Extracted entries:
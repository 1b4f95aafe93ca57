// How thick the core of a jet is: where the speed has fallen halfway from the nose to the minimum above it.

import { between } from './column.ts';
import type { NoseColumn } from './nose.ts';

export interface JetCore {
  /** m above ground; NaN where the nose has no fall-off */
  readonly bottom: number;
  readonly top: number;
  /** Speed at its bounds, m/s: the mean of the nose and of the minimum above it. */
  readonly threshold: number;
  /** The speed does not fall to the threshold below the nose: the bottom is the lowest level. */
  readonly bottomIsBound: boolean;
}

/** Bounds of the core, linear in height between levels. */
export function coreOf(column: NoseColumn, nose: number, minimum: number): JetCore {
  const { heightAgl, speed, count } = column;
  const threshold = (speed[nose]! + speed[minimum]!) / 2;
  if (!(speed[nose]! > threshold)) return { bottom: NaN, top: NaN, threshold: NaN, bottomIsBound: false };
  const bound = (beyond: number, within: number): number =>
    between(heightAgl[within]!, heightAgl[beyond]!, (speed[within]! - threshold) / (speed[within]! - speed[beyond]!));
  let upper = nose + 1;
  while (upper < count && speed[upper]! > threshold) upper++;
  let lower = nose - 1;
  while (lower >= 0 && speed[lower]! > threshold) lower--;
  return {
    bottom: lower >= 0 ? bound(lower, lower + 1) : heightAgl[0]!,
    top: bound(upper, upper - 1),
    threshold,
    bottomIsBound: lower < 0,
  };
}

What is being asked: Pull out all lines in the data above that include "between".

Reply:
import { between } from './column.ts';
/** Bounds of the core, linear in height between levels. */
    between(heightAgl[within]!, heightAgl[beyond]!, (speed[within]! - threshold) / (speed[within]! - speed[beyond]!));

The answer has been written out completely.